*DATA FOR THE TASK*
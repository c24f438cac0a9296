/**
 * Failsafe bench tests recorded on a build, and link-sheet changes re-analysing the build's runs
 * (issue 12, items 3 and 5; DESIGN.md §10 "Bench failsafe test": "recorded on the build with its
 * date and result; a link-sheet change after it makes it stale"), through the running test build.
 *
 * Most tests write the analysis contract's bench summary onto a ready run (markAsBenchRun in
 * tests/helpers/bench-log.ts), so the recording rules are tested apart from the analysis. The
 * last describe block uploads a bench log and needs the analysis itself to mark it as a bench
 * run (`summary.bench`, the commanded/flown failsafe): it waits for issue 12's analysis.
 */
import { and, eq } from "drizzle-orm";
import { beforeAll, describe, expect, it } from "vitest";
import { db } from "@/db/client";
import { demoCrew } from "@/db/demo-crew";
import { auditLog, builds, runs } from "@/db/schema";
import { acceptInvitation, inviteMember } from "@/lib/crews/invitations";
import { dayWords, dayWordsBeside } from "@/lib/builds/bench-test-facts";
import { simulateRun } from "@/scripts/simulator/simulate-run";
import { toCsv } from "@/scripts/simulator/write-logs";
import { BENCH, benchCsv, benchSheet, markAsBenchRun } from "../helpers/bench-log";
import { Client } from "../helpers/http";
import { linkIn, tokenFromLink, waitForMail } from "../helpers/inbox";
import { newLead, testPassword, uniqueEmail } from "../helpers/people";
import { settledRun, uploadLog } from "../helpers/uploads";

interface BenchTestJson {
  id: number;
  buildId: number;
  runId: number | null;
  testedAt: string;
  recordedAt: string;
  result: string;
  commandedLatencyS: number | null;
  flownLatencyS: number | null;
  flownState: string | null;
  action: string | null;
  note: string | null;
  runTitle: string | null;
  recordedByName: string | null;
  stale: boolean;
}

async function json<T = Record<string, unknown>>(res: Response, status: number): Promise<T> {
  const text = await res.text();
  expect(res.status, text).toBe(status);
  return JSON.parse(text) as T;
}

async function join(lead: Awaited<ReturnType<typeof newLead>>, role: "pilot" | "observer") {
  const email = uniqueEmail(`bench-${role}`);
  await inviteMember(lead.actor, lead.crewId, { email, role });
  await acceptInvitation(tokenFromLink(linkIn(await waitForMail(email, /invited/), "/invite/")), { name: `Bench ${role}`, password: testPassword });
  const c = new Client();
  expect(await c.signIn(email, testPassword)).toBeNull();
  return c;
}

/** A page's HTML with React's text-node separators taken out, so sentences read whole. */
const pageText = async (res: Response) => (await res.text()).replace(/<!-- -->/g, "");

const roverCsv = (seed: number) => toCsv(simulateRun({ seed, waypoints: demoCrew.routePlans[0].waypoints }));

describe("failsafe bench tests on a build", () => {
  let lead: Awaited<ReturnType<typeof newLead>>;
  const c = new Client();

  async function newBuild(name: string, vehicleType = "multirotor"): Promise<number> {
    const id = (await json<{ id: number }>(await c.post("/api/builds", { crewId: lead.crewId, name, vehicleType }), 201)).id;
    await json(await c.request(`/api/builds/${id}/link-sheet`, { method: "PUT", json: benchSheet() }), 200);
    return id;
  }

  /** A ready run of the build carrying the contract's bench summary (the analysis is not asked). */
  async function benchRun(buildId: number, name: string, failsafe: Record<string, unknown> = {}) {
    const start = new Date();
    const up = await uploadLog(c, `${name}.csv`, benchCsv(start), { crewId: lead.crewId, buildId });
    expect((await settledRun(c, up.runId)).status).toBe("ready");
    await markAsBenchRun(up.runId, failsafe);
    return { runId: up.runId, start };
  }

  const record = (client: Client, buildId: number, body: unknown) => client.post(`/api/builds/${buildId}/bench-tests`, body);
  const list = async (client: Client, buildId: number) => (await json<{ benchTests: BenchTestJson[]; linkSheetChangedAt: string | null }>(await client.get(`/api/builds/${buildId}/bench-tests`), 200));

  beforeAll(async () => {
    lead = await newLead("bench");
    expect(await c.signIn(lead.email, testPassword)).toBeNull();
  });

  it("records a bench run on its build with its date and result, once; the build page and the checklist show it", { timeout: 60_000 }, async () => {
    const buildId = await newBuild("Bench quad");
    // No test yet: the build page says what to do, the checklist lists it as missing.
    expect((await list(c, buildId)).benchTests).toEqual([]);
    const emptyPage = await pageText(await c.get(`/builds/${buildId}`));
    expect(emptyPage).toContain("No failsafe bench test recorded for this build");
    expect(emptyPage).toContain("with the propellers off");
    expect(await pageText(await c.get(`/builds/${buildId}/checklist`))).toContain("No failsafe bench test recorded for this build: bench-test it before the run.");

    const { runId, start } = await benchRun(buildId, "bench-quad-1");
    const made = await json<{ benchTest: BenchTestJson; created: boolean }>(await record(c, buildId, { runId, note: "On the stand, <props off>" }), 201);
    expect(made.created).toBe(true);
    expect(made.benchTest).toMatchObject({
      buildId,
      runId,
      result: "pass",
      flownState: "not-logged",
      flownLatencyS: null,
      action: null,
      note: "On the stand, <props off>",
      runTitle: "bench-quad-1",
      recordedByName: "bench lead",
      stale: false,
    });
    expect(made.benchTest.commandedLatencyS).toBeCloseTo(BENCH.commandDelayS, 5);
    // The test's date is the log's own start (ISO times in the file), not the upload.
    expect(new Date(made.benchTest.testedAt).getTime()).toBe(start.getTime());

    // The same run again: the existing record, not a second one.
    const again = await json<{ benchTest: BenchTestJson; created: boolean }>(await record(c, buildId, { runId }), 200);
    expect(again).toMatchObject({ created: false, benchTest: { id: made.benchTest.id } });
    expect((await list(c, buildId)).benchTests.map((t) => t.id)).toEqual([made.benchTest.id]);

    const [entry] = await db().select().from(auditLog).where(and(eq(auditLog.action, "build.bench-test-recorded"), eq(auditLog.targetId, String(buildId))));
    expect(entry.detail).toMatchObject({ runId, result: "pass", benchTestId: made.benchTest.id });

    const page = await pageText(await c.get(`/builds/${buildId}`));
    expect(page).toContain("Failsafe bench test");
    expect(page).toContain("Acted as planned");
    expect(page).toContain("0.4 s after the loss (channel 8 at its failsafe value)");
    expect(page).toContain("not logged (no mode column, no track)");
    // The note is the lead's text: escaped, never markup.
    expect(page).toContain("On the stand, &lt;props off&gt;");
    expect(page).not.toContain("Stale:");
    const checklist = await pageText(await c.get(`/builds/${buildId}/checklist`));
    expect(checklist).toContain(`Failsafe bench test of ${dayWords(start)}: acted as planned, and the link sheet has not changed since.`);
    // The debrief says it was recorded.
    expect(await pageText(await c.get(`/runs/${runId}`))).toContain("Recorded as the failsafe bench test of");
  });

  it("refuses pilots and observers (403) and other crews (404), and records nothing", { timeout: 90_000 }, async () => {
    const buildId = await newBuild("Roles quad");
    const { runId } = await benchRun(buildId, "bench-roles");
    const pilot = await join(lead, "pilot");
    const observer = await join(lead, "observer");
    for (const who of [pilot, observer]) {
      expect((await json<{ error: { code: string } }>(await record(who, buildId, { runId }), 403)).error.code).toBe("forbidden");
      // Reading is for every member.
      expect((await list(who, buildId)).benchTests).toEqual([]);
    }
    const other = await newLead("bench-outsider");
    const o = new Client();
    expect(await o.signIn(other.email, testPassword)).toBeNull();
    await json(await record(o, buildId, { runId }), 404);
    await json(await o.get(`/api/builds/${buildId}/bench-tests`), 404);
    // The outsider's own build with our run: the run is not found, and its title does not leak.
    const theirs = (await json<{ id: number }>(await o.post("/api/builds", { crewId: other.crewId, name: "Theirs", vehicleType: "ground" }), 201)).id;
    const refused = await json<{ error: { message: string } }>(await record(o, theirs, { runId }), 404);
    expect(refused.error.message).toBe("Run not found");
    expect(JSON.stringify(refused)).not.toContain("bench-roles");
    expect((await list(c, buildId)).benchTests).toEqual([]);
    expect((await list(o, theirs)).benchTests).toEqual([]);
  });

  it("refuses a run that is not a bench log, one on another build, one not analysed and one whose failsafe was not exercised", { timeout: 90_000 }, async () => {
    const buildId = await newBuild("Picky quad");
    const otherBuild = await newBuild("Other quad");

    // A field run with GPS fixes: analysed as a run, not a bench test.
    const field = await uploadLog(c, "field-run.csv", roverCsv(21), { crewId: lead.crewId, buildId });
    expect((await settledRun(c, field.runId)).status).toBe("ready");
    const notBench = await json<{ error: { code: string; message: string; details: { fields: Record<string, string[]> } } }>(await record(c, buildId, { runId: field.runId }), 422);
    expect(notBench.error.message).toMatch(/^This run is not a bench test/);
    expect(notBench.error.details.fields.runId).toHaveLength(1);

    // A bench run of another build: attach it first.
    const elsewhere = await benchRun(otherBuild, "bench-elsewhere");
    expect((await json<{ error: { code: string; message: string } }>(await record(c, buildId, { runId: elsewhere.runId }), 409)).error.message).toBe(
      "This run is not attached to Picky quad; attach it to the build first",
    );

    // The failsafe was not exercised: nothing to record, and the analysis' reason is given.
    const quiet = await benchRun(buildId, "bench-no-loss", { result: "not-assessed", why: "no link loss in this run to exercise it", commanded: null, flown: null });
    expect((await json<{ error: { message: string } }>(await record(c, buildId, { runId: quiet.runId }), 422)).error.message).toContain("(no link loss in this run to exercise it)");

    // Not analysed yet (being read again).
    const busy = await benchRun(buildId, "bench-busy");
    await db().update(runs).set({ status: "parsing" }).where(eq(runs.id, busy.runId));
    await json(await record(c, buildId, { runId: busy.runId }), 409);
    await db().update(runs).set({ status: "ready" }).where(eq(runs.id, busy.runId));

    // Bodies are checked; a retired build takes no new test.
    await json(await record(c, buildId, {}), 422);
    await json(await record(c, buildId, { runId: busy.runId, note: "x".repeat(501) }), 422);
    await json(await record(c, buildId, { runId: busy.runId, extra: 1 }), 422);
    await json(await c.post(`/api/builds/${buildId}/retire`, { retired: true }), 200);
    await json(await record(c, buildId, { runId: busy.runId }), 409);
    await json(await c.post(`/api/builds/${buildId}/retire`, { retired: false }), 200);
    await json(await record(c, buildId, { runId: busy.runId }), 201);
    expect((await list(c, buildId)).benchTests.map((t) => t.runId)).toEqual([busy.runId]);
  });

  it("marks the test stale once the link sheet or the failsafe plan changes after it; a newer test is current again", { timeout: 90_000 }, async () => {
    const buildId = await newBuild("Stale quad");
    const first = await benchRun(buildId, "bench-stale-1");
    await json(await record(c, buildId, { runId: first.runId }), 201);

    // Saving the same sheet changes nothing and keeps the test current.
    expect((await json<{ changed: string[] }>(await c.request(`/api/builds/${buildId}/link-sheet`, { method: "PUT", json: benchSheet() }), 200)).changed).toEqual([]);
    expect((await list(c, buildId)).benchTests[0].stale).toBe(false);

    const sheet = benchSheet();
    sheet.channels[7] = { ...sheet.channels[7], failsafeUs: 1950 };
    await json(await c.request(`/api/builds/${buildId}/link-sheet`, { method: "PUT", json: sheet }), 200);
    const after = await list(c, buildId);
    expect(after.benchTests[0].stale).toBe(true);
    const changedAt = new Date(after.linkSheetChangedAt!);
    expect(changedAt.getTime()).toBeGreaterThan(first.start.getTime());
    const page = await pageText(await c.get(`/builds/${buildId}`));
    // Tested and changed on the same day: the times say which came first.
    expect(page).toContain(`the link sheet changed on ${dayWordsBeside(changedAt, first.start)} after this test — test again`);
    expect(await pageText(await c.get(`/builds/${buildId}/checklist`))).toContain(
      `The failsafe bench test of ${dayWordsBeside(first.start, changedAt)} is stale: the link sheet changed on ${dayWordsBeside(changedAt, first.start)}.`,
    );

    // A newer bench test holds again; then the plan alone (edited with the build's fields) makes it stale.
    expect((await settledRun(c, first.runId)).status).toBe("ready");
    const second = await benchRun(buildId, "bench-stale-2");
    await json(await record(c, buildId, { runId: second.runId }), 201);
    const now = await list(c, buildId);
    expect(now.benchTests.map((t) => [t.runId, t.stale])).toEqual([
      [second.runId, false],
      [first.runId, true],
    ]);
    expect(await pageText(await c.get(`/builds/${buildId}`))).toContain("Earlier bench tests (1)");
    await json(await c.request(`/api/builds/${buildId}`, { method: "PUT", json: { failsafeWithinS: 1 } }), 200);
    expect((await list(c, buildId)).benchTests[0].stale).toBe(true);
    // A change the bench test does not depend on leaves it as it was.
    const [{ at }] = await db().select({ at: builds.linkSheetChangedAt }).from(builds).where(eq(builds.id, buildId));
    await json(await c.request(`/api/builds/${buildId}`, { method: "PUT", json: { notes: "new antenna mount" } }), 200);
    const [{ at: atAfter }] = await db().select({ at: builds.linkSheetChangedAt }).from(builds).where(eq(builds.id, buildId));
    expect(atAfter).toEqual(at);
  });
});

*PROBLEM TO SOLVE*
Set aside each line above that includes the string "code" and report it.

*ANSWER FOR THIS EXERCISE*
      expect((await json<{ error: { code: string } }>(await record(who, buildId, { runId }), 403)).error.code).toBe("forbidden");
    const notBench = await json<{ error: { code: string; message: string; details: { fields: Record<string, string[]> } } }>(await record(c, buildId, { runId: field.runId }), 422);
    expect((await json<{ error: { code: string; message: string } }>(await record(c, buildId, { runId: elsewhere.runId }), 409)).error.message).toBe(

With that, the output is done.